▶ _DIRECTIONS_
In the listing below, find each line containing "OutlinePoint" and report it.

▶ _DATASET CONTENT_
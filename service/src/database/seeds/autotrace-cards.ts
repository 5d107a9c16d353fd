/**
 * Test cards for the automatic tracer: known outlines drawn as photographs with the faults a phone
 * photo of a card shows (a turned card, uneven light and a shadow at one edge, noise, blur, JPEG
 * compression, a pen line of varying darkness). Used by the tracer's tests and by the benchmark.
 */
import jpeg from 'jpeg-js';
import { blur2 } from 'd3-array';
import { idealCardPoints } from '../../calculations/ideal-card.js';
import { shoelaceArea } from '../../calculations/indicator-card.js';
import { psiaToPsig } from '../../calculations/units.js';
import { Canvas, prng, realisticOutline, type Rgb } from './card-image.js';

export interface OutlinePoint {
  strokeFraction: number;
  pressurePsig: number;
}

export interface TestCardSpec {
  name: string;
  /** The diagram(s), card coordinates: stroke fraction across, psi gauge up. */
  outlines: OutlinePoint[][];
  springPsiPerIn: number;
  lengthIn: number;
  tiltDeg: number;
  /** Light falling off across the card (0 even … 0.5 half as bright at the far side). */
  unevenLight: number;
  /** A shadow over one edge of the card. */
  shadow: boolean;
  /** Standard deviation of the sensor noise, grey levels. */
  noise: number;
  /** Blur radius, pixels (0 none). */
  blurPx: number;
  /** JPEG quality (0 keeps the picture lossless). */
  jpegQuality: number;
  /** Draw the atmospheric line. */
  atmosphericLine?: boolean;
  /** A printed frame round the card, 0.15 in inside its edge. */
  printedBorder?: boolean;
  /** A printed grid of faint lines every quarter inch. */
  grid?: boolean;
  pixelsPerInch?: number;
}

export interface TestCard {
  spec: TestCardSpec;
  /** RGBA pixels as a decoder or a canvas gives them. */
  data: Uint8Array;
  width: number;
  height: number;
  /** The JPEG file when the card was compressed. */
  jpeg: Buffer | null;
  /** The true mean effective pressure of the (first) diagram, psi: net area over length. */
  meanEffectivePressurePsi: number;
}

/** Net mean effective pressure of an outline (psi): its area in (stroke fraction × psi), loops subtracting. */
export function outlineMepPsi(outline: readonly OutlinePoint[]): number {
  return shoelaceArea(outline.map((p) => ({ x: p.strokeFraction, y: p.pressurePsig })));
}

/** An outline from its forward (steam) line and its return (exhaust) line, each as a function of stroke fraction. */
function fromLines(upper: (x: number) => number, lower: (x: number) => number): OutlinePoint[] {
  const out: OutlinePoint[] = [];
  const n = 120;
  for (let i = 0; i <= n; i++) out.push({ strokeFraction: i / n, pressurePsig: upper(i / n) });
  for (let i = n; i >= 0; i--) out.push({ strokeFraction: i / n, pressurePsig: lower(i / n) });
  return out;
}

const smooth = (t: number) => {
  const u = Math.max(0, Math.min(1, t));
  return u * u * (3 - 2 * u);
};

/** The outlines of the test set (card coordinates) with the spring each is drawn with. */
export function testOutlines(): { name: string; outline: OutlinePoint[]; springPsiPerIn: number }[] {
  const ideal = (clearanceFraction: number) =>
    idealCardPoints({ admissionPressurePsia: 114.7, cutoffFraction: 0.3, backPressurePsia: 19.7, clearanceFraction, expansionSegments: 48 })
      .slice(0, -1)
      .map((p) => ({ strokeFraction: p.strokeFraction, pressurePsig: psiaToPsig(p.pressurePsia) }));
  const wireDrawn = realisticOutline({
    seed: 'wire',
    end: 'head',
    admissionPressurePsia: 114.7,
    backPressurePsia: 22,
    cutOffFraction: 0.35,
    clearanceFraction: 0.07,
    springPsiPerIn: 60,
    lengthIn: 3.5,
    wireDrawing: 0.2,
  });
  // A compound engine's low-pressure card: from the receiver down into the vacuum; the expansion line
  // falls below the exhaust line at the toe, which makes a loop of negative work.
  const lpLoop = fromLines(
    (x) => {
      const steam = 12 - 4 * x;
      const expansion = (8 * 0.45 + 14.7 * 0.45) / (x + 0.05) - 14.7;
      return x < 0.4 ? steam : Math.min(steam, expansion) - 2.5 * smooth((x - 0.8) / 0.2);
    },
    (x) => -10.5 + 1.5 * x + 13 * Math.max(0, 0.08 - x) * 10,
  );
  // A high-pressure card expanded below the receiver pressure: a negative loop at the toe.
  const hpToeLoop = fromLines(
    (x) => (x < 0.25 ? 95 - 10 * x : (92.5 + 14.7) * (0.3 / (x + 0.05)) - 14.7 - 6 * smooth((x - 0.85) / 0.15)),
    (x) => 12 + 2 * x + 120 * Math.max(0, 0.1 - x) ** 2 * 30,
  );
  return [
    { name: 'ideal, no clearance', outline: ideal(0), springPsiPerIn: 60 },
    { name: 'ideal, 8 % clearance', outline: ideal(0.08), springPsiPerIn: 60 },
    { name: 'wire-drawn admission', outline: wireDrawn, springPsiPerIn: 60 },
    { name: 'compound LP with a loop', outline: lpLoop, springPsiPerIn: 16 },
    { name: 'negative loop at the toe', outline: hpToeLoop, springPsiPerIn: 60 },
  ];
}

/** The test set: every outline under several photographic conditions, turned up to ±8°. */
export function testCardSpecs(): TestCardSpec[] {
  const conditions: Omit<TestCardSpec, 'name' | 'outlines' | 'springPsiPerIn' | 'lengthIn'>[] = [
    { tiltDeg: 0, unevenLight: 0, shadow: false, noise: 0, blurPx: 0, jpegQuality: 0 },
    { tiltDeg: 8, unevenLight: 0.35, shadow: false, noise: 4, blurPx: 0, jpegQuality: 0 },
    { tiltDeg: -8, unevenLight: 0.2, shadow: true, noise: 6, blurPx: 1, jpegQuality: 0 },
    { tiltDeg: 4.5, unevenLight: 0.3, shadow: true, noise: 5, blurPx: 1, jpegQuality: 70 },
    { tiltDeg: -3, unevenLight: 0.4, shadow: false, noise: 8, blurPx: 1.5, jpegQuality: 55 },
  ];
  const specs: TestCardSpec[] = [];
  for (const o of testOutlines())
    for (const [i, c] of conditions.entries())
      specs.push({ ...c, name: `${o.name} #${i + 1}`, outlines: [o.outline], springPsiPerIn: o.springPsiPerIn, lengthIn: 3.5 });
  return specs;
}

/** Draws a test card as a photograph. */
export function drawTestCard(spec: TestCardSpec): TestCard {
  const rnd = prng(spec.name);
  const ppi = spec.pixelsPerInch ?? 120;
  const tilt = (spec.tiltDeg * Math.PI) / 180;
  const all = spec.outlines.flat();
  const maxPsig = Math.max(0, ...all.map((p) => p.pressurePsig));
  const minPsig = Math.min(0, ...all.map((p) => p.pressurePsig));
  const diagrams = Math.max(1, spec.outlines.length);
  const diagramLengthIn = spec.lengthIn / diagrams;
  const cardW = spec.lengthIn + 1.2;
  const aboveIn = maxPsig / spec.springPsiPerIn + 0.5;
  const cardH = aboveIn + -minPsig / spec.springPsiPerIn + 0.5;
  const border = 0.45;
  const width = Math.round((cardW + 2 * border) * ppi);
  const height = Math.round((cardH + 2 * border) * ppi);
  const cx = width / 2;
  const cy = height / 2;
  const cos = Math.cos(tilt);
  const sin = Math.sin(tilt);
  const toImage = (xIn: number, yIn: number) => {
    const x = (border + xIn) * ppi - cx;
    const y = (border + yIn) * ppi - cy;
    return { x: cx + x * cos - y * sin, y: cy + x * sin + y * cos };
  };
  const inCard = (px: number, py: number) => {
    const x = px - cx;
    const y = py - cy;
    const xIn = (cx + x * cos + y * sin) / ppi - border;
    const yIn = (cy - x * sin + y * cos) / ppi - border;
    return xIn >= 0 && xIn <= cardW && yIn >= 0 && yIn <= cardH;
  };
  const canvas = new Canvas(width, height, (x, y) => (inCard(x + 0.5, y + 0.5) ? [236, 231, 216] : [64, 60, 55]));
  const left = 0.6;
  if (spec.grid)
    for (let g = 0.25; g < Math.max(cardW, cardH); g += 0.25) {
      if (g < cardW) canvas.polyline([toImage(g, 0.05), toImage(g, cardH - 0.05)], 1, [196, 188, 170]);
      if (g < cardH) canvas.polyline([toImage(0.05, g), toImage(cardW - 0.05, g)], 1, [196, 188, 170]);
    }
  if (spec.printedBorder) {
    const m = 0.15;
    const frame = [toImage(m, m), toImage(cardW - m, m), toImage(cardW - m, cardH - m), toImage(m, cardH - m)];
    canvas.polyline(frame, 1.4, [90, 84, 78], true);
  }
  if (spec.atmosphericLine !== false)
    canvas.polyline([toImage(left - 0.25, aboveIn), toImage(left + spec.lengthIn + 0.25, aboveIn)], 1.6, [60, 62, 70]);
  spec.outlines.forEach((outline, d) => {
    const x0 = left + d * diagramLengthIn + (diagrams > 1 ? 0.1 : 0);
    const len = diagrams > 1 ? diagramLengthIn - 0.2 : diagramLengthIn;
    const pts = outline.map((p) => toImage(x0 + p.strokeFraction * len, aboveIn - p.pressurePsig / spec.springPsiPerIn));
    // A pencil line of varying darkness: the outline drawn in four parts, each a little different.
    const parts = 4;
    const per = Math.ceil(pts.length / parts);
    for (let k = 0; k < parts; k++) {
      const part = pts.slice(k * per, Math.min(pts.length, (k + 1) * per + 1));
      if (k === parts - 1) part.push(pts[0]);
      const tone = Math.round(40 + 60 * rnd());
      const colour: Rgb = [tone, tone + 2, tone + 12];
      canvas.polyline(part, 2.2, colour);
    }
  });

  // Light, shadow, blur, noise.
  const grid = (c: number) => Float64Array.from({ length: width * height }, (_, i) => canvas.px[i * 3 + c]);
  const channels = [grid(0), grid(1), grid(2)];
  if (spec.blurPx > 0) for (const ch of channels) blur2({ data: ch, width, height }, spec.blurPx);
  const angle = rnd() * Math.PI * 2;
  const data = new Uint8Array(width * height * 4);
  for (let y = 0; y < height; y++)
    for (let x = 0; x < width; x++) {
      const i = y * width + x;
      const u = ((x - cx) * Math.cos(angle) + (y - cy) * Math.sin(angle)) / Math.max(width, height) + 0.5;
      let light = 1 - spec.unevenLight * u;
      if (spec.shadow) light *= 0.55 + 0.45 * smooth((x - width * 0.05) / (width * 0.2));
      const grain = spec.noise > 0 ? spec.noise * (rnd() + rnd() + rnd() - 1.5) * 2 : 0;
      for (let c = 0; c < 3; c++) data[i * 4 + c] = Math.max(0, Math.min(255, Math.round(channels[c][i] * light + grain)));
      data[i * 4 + 3] = 255;
    }
  const truth = spec.outlines.length > 0 ? outlineMepPsi(spec.outlines[0]) : 0;
  if (spec.jpegQuality > 0) {
    const file = jpeg.encode({ data, width, height }, spec.jpegQuality).data;
    const decoded = jpeg.decode(file, { useTArray: true, formatAsRGBA: true });
    return { spec, data: decoded.data, width, height, jpeg: Buffer.from(file), meanEffectivePressurePsi: truth };
  }
  return { spec, data, width, height, jpeg: null, meanEffectivePressurePsi: truth };
}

▶ _ANSWER FOR THIS EXERCISE_
export interface OutlinePoint {
  outlines: OutlinePoint[][];
export function outlineMepPsi(outline: readonly OutlinePoint[]): number {
function fromLines(upper: (x: number) => number, lower: (x: number) => number): OutlinePoint[] {
  const out: OutlinePoint[] = [];
export function testOutlines(): { name: string; outline: OutlinePoint[]; springPsiPerIn: number }[] {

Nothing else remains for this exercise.